Rapid7 has integrated agentic AI workflows into its managed detection and response (MDR) services to assist security operations centres (SOCs) with threat investigation tasks.
The company's AI-driven workflows are aimed at autonomously addressing foundational investigative procedures.
This approach is intended to allow human security analysts to redirect their attention to the more complex facets of cyber threats and strategic decision-making within organisations. The technology has been specifically trained using playbooks developed by Rapid7 SOC specialists and is designed to provide clear explanations for each action taken during investigations.
Agentic AI workflows are now embedded within Rapid7's SIEM and XDR platform.
According to the company, the AI engine can perform tasks with the precision of a SOC analyst but at a greater speed, offering the potential to reduce investigation times and support customer organisations in addressing cyber security incidents.

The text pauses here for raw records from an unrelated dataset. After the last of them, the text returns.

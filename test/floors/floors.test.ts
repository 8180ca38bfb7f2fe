import { mkdirSync, mkdtempSync, rmSync, writeFileSync } from 'node:fs';
import { dirname, join } from 'node:path';
import { afterEach, beforeEach, describe, expect, it } from 'vitest';
import { floors } from '../../tools/floors/allowList.mjs';
import { checkTree, unread } from '../../tools/floors/check.mjs';

let root: string;

beforeEach(() => {
  mkdirSync('.cache', { recursive: true });
  root = mkdtempSync('.cache/floors-');
});

afterEach(() => rmSync(root, { recursive: true }));

function plant(file: string, text: string) {
  mkdirSync(dirname(join(root, file)), { recursive: true });
  writeFileSync(join(root, file), text);
}

describe('the floors check', () => {
  it('fails when it finds nothing to check', async () => {
    const { passed, failed } = await checkTree(root);
    expect([passed, failed]).toEqual([0, 1]);
  });

  it('fails when the cruiser has read less than there is, as one does that cannot read TypeScript', () => {
    const result = { modules: [], summary: { violations: [] } } as unknown as Parameters<typeof unread>[0];
    expect(unread(result, 3, 'src/')).toHaveLength(1);
  });

  // By hand, apart from the allow-list, so that a slip in the list shows.
  it.each([
    ['recorder', 'exchange'],
    ['charts', 'analysis'],
    ['stats', 'kernel'],
    ['kernel', 'model'],
    ['model', 'words'],
    ['journal', 'analysis'],
    ['analysis', 'storage'],
    ['exchange', 'analysis'],
    ['storage', 'recorder'],
    ['devices', 'recorder'],
    ['tasks', 'storage'],
    ['tasks', 'recorder'],
    ['screens', 'storage'],
    ['screens', 'devices'],
    ['screens', 'exchange'],
    ['screens', 'app'],
    ['ui', 'words'],
    ['batch', 'storage'],
    ['words', 'model'],
  ])('%s may not import %s', async (from, to) => {
    plant(`src/${to}/leaf.ts`, 'export const leaf = 1;\n');
    plant(`src/${from}/plant.ts`, `import { leaf } from '../${to}/leaf.ts';\nexport const x = leaf;\n`);
    const { failed, problems } = await checkTree(root);
    expect(failed).toBe(1);
    expect(problems[0]).toContain(`src/${from}/plant.ts imports src/${to}/leaf.ts`);
  });

  it('reports an import of something that is not there', async () => {
    plant('src/kernel/plant.ts', "import './gone.ts';\n");
    const { problems } = await checkTree(root);
    expect(problems.join()).toContain('./gone.ts');
  });

  it('knows every floor of the map, and no other', () => {
    const map =
      'app screens charts ui words batch worker tasks recorder devices storage exchange analysis journal schedule model stats kernel';
    expect(Object.keys(floors).sort()).toEqual(map.split(' ').sort());
  });
});
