import type { Classroom, Draw } from '../../../model/classroom.ts';
import { undoDraw } from '../../../tasks/index.ts';
import { Button } from '../../../ui/Button.tsx';
import { useServices } from '../../services.ts';
import { useDoing } from '../useDoing.tsx';

interface Props {
  readonly classroom: Classroom;
  readonly draw: Draw;
  /** Told the seed of a draw that was taken back. */
  readonly onBack: (seed: string) => void;
}

/** Who was drawn, in order, with the seed; it can be taken back until a session has used it. */
export function Drawn({ classroom, draw, onBack }: Props) {
  const { words, deps } = useServices();
  const { run, notice, busy } = useDoing();
  const inDraw = new Set(draw.from);
  const late = classroom.children.filter((child) => !child.removed && !inDraw.has(child.id)).length;
  const takeBack = async () => {
    const { seed } = draw;
    const undone = await run(undoDraw(deps, classroom.id));
    if (undone.ok) onBack(seed);
  };
  return (
    <div className="stack-tight">
      <h3>{words.study.drawnInOrder}</h3>
      <Names classroom={classroom} ids={draw.chosen} numbered />
      {draw.reserves.length === 0 ? (
        <p className="second">{words.study.noReserves}</p>
      ) : (
        <>
          <h3>{words.study.reservesInOrder}</h3>
          <Names classroom={classroom} ids={draw.reserves} />
        </>
      )}
      <p className="second small">{words.study.drawKept({ seed: draw.seed, from: draw.from.length })}</p>
      {late > 0 && <p>{words.study.drawLate({ n: late })}</p>}
      <p className="second small">{words.study.drawStands}</p>
      {notice}
      <div className="row">
        <Button disabled={busy} onClick={takeBack}>
          {words.study.drawBack}
        </Button>
      </div>
    </div>
  );
}

interface NamesProps {
  readonly classroom: Classroom;
  readonly ids: readonly string[];
  readonly numbered?: boolean;
}

function Names({ classroom, ids, numbered = false }: NamesProps) {
  const { study, f } = useServices().words;
  return (
    <ol className="drawn-list">
      {ids.map((id, i) => {
        const child = classroom.children.find((one) => one.id === id);
        return (
          <li key={id}>
            {numbered && <span className="second small">{f.whole(i + 1)}</span>}
            <span>{child?.pseudonym ?? id}</span>
            {child?.removed === true && <span className="second small">{study.withdrawnSign}</span>}
          </li>
        );
      })}
    </ol>
  );
}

Responding to evolving cyber threats
The growing automation in cyber attack methods has increased the challenge for organisations to detect and respond to incidents.
Rapid7 positions its solution as an answer to this increasing demand for scalable and efficient security response systems.
The new workflows draw on the company's AI automation for alert triage, which Rapid7 reports achieves 99.93% accuracy in dismissing benign alerts and is estimated to save more than 200 SOC hours each week.
Laura Ellis, Vice President of AI and Data at Rapid7, stated, "AI isn't just an enhancement to security operations, it's a catalyst for a new era of scale, speed, and strategic decision-making. At Rapid7, we believe AI must be human-centric, transparent and accountable, and built on analyst expertise."
"The launch of agentic AI workflows for MDR represents the foundational step in our broader vision for agentic AI across the platform. Far more than just automation, this is the beginning of a system capable of intelligent and adaptive decision-making."
Agentic AI workflows are trained on operational scenarios crafted by Rapid7's SOC personnel.
The intention is for these workflows to be enhanced continuously as they are applied in real-world contexts. Rapid7 highlights several intended outcomes: more reliable and consistent investigations, increased service transparency, and a more strategic allocation of analyst time towards high-impact initiatives.
Jon Hencinski, Vice President Detection & Response at Rapid7, commented, "A world-class SOC optimises for the 'human' decision moment. With agentic AI workflows, we're using AI to present the right information to enable accurate and fast human decisions that allow organisations to quickly find and stop today's AI-enabled attackers."
"Agentic AI workflows automate repetitive tasks, surface relevant findings, and provide contextual information to support analyst decision-making. By delivering timely, actionable insights, these workflows improve the quality of decisions being made and empower analysts to move confidently to the next step in the response process."
Analyst perspective
The approach adopted by Rapid7 has also drawn attention from the research community. Craig Robinson, Research Vice President at IDC, stated, "Successful AI deployment in any cybersecurity platform needs to be thoughtful and planned: from the classification of data through to disciplined workflows and orchestration of detections with responses."
"Rapid7's approach to AI implementation checks each of these boxes with deliberate, transparent, practical AI processes that deliver real-world efficiencies for its customers."
The integration of agentic AI workflows within MDR services comes as organisations continue to face a growing volume and variety of cyber attacks.
The need for tools that translate automation into actual reductions in analyst workloads and improvements in decision accuracy is often cited by security leaders.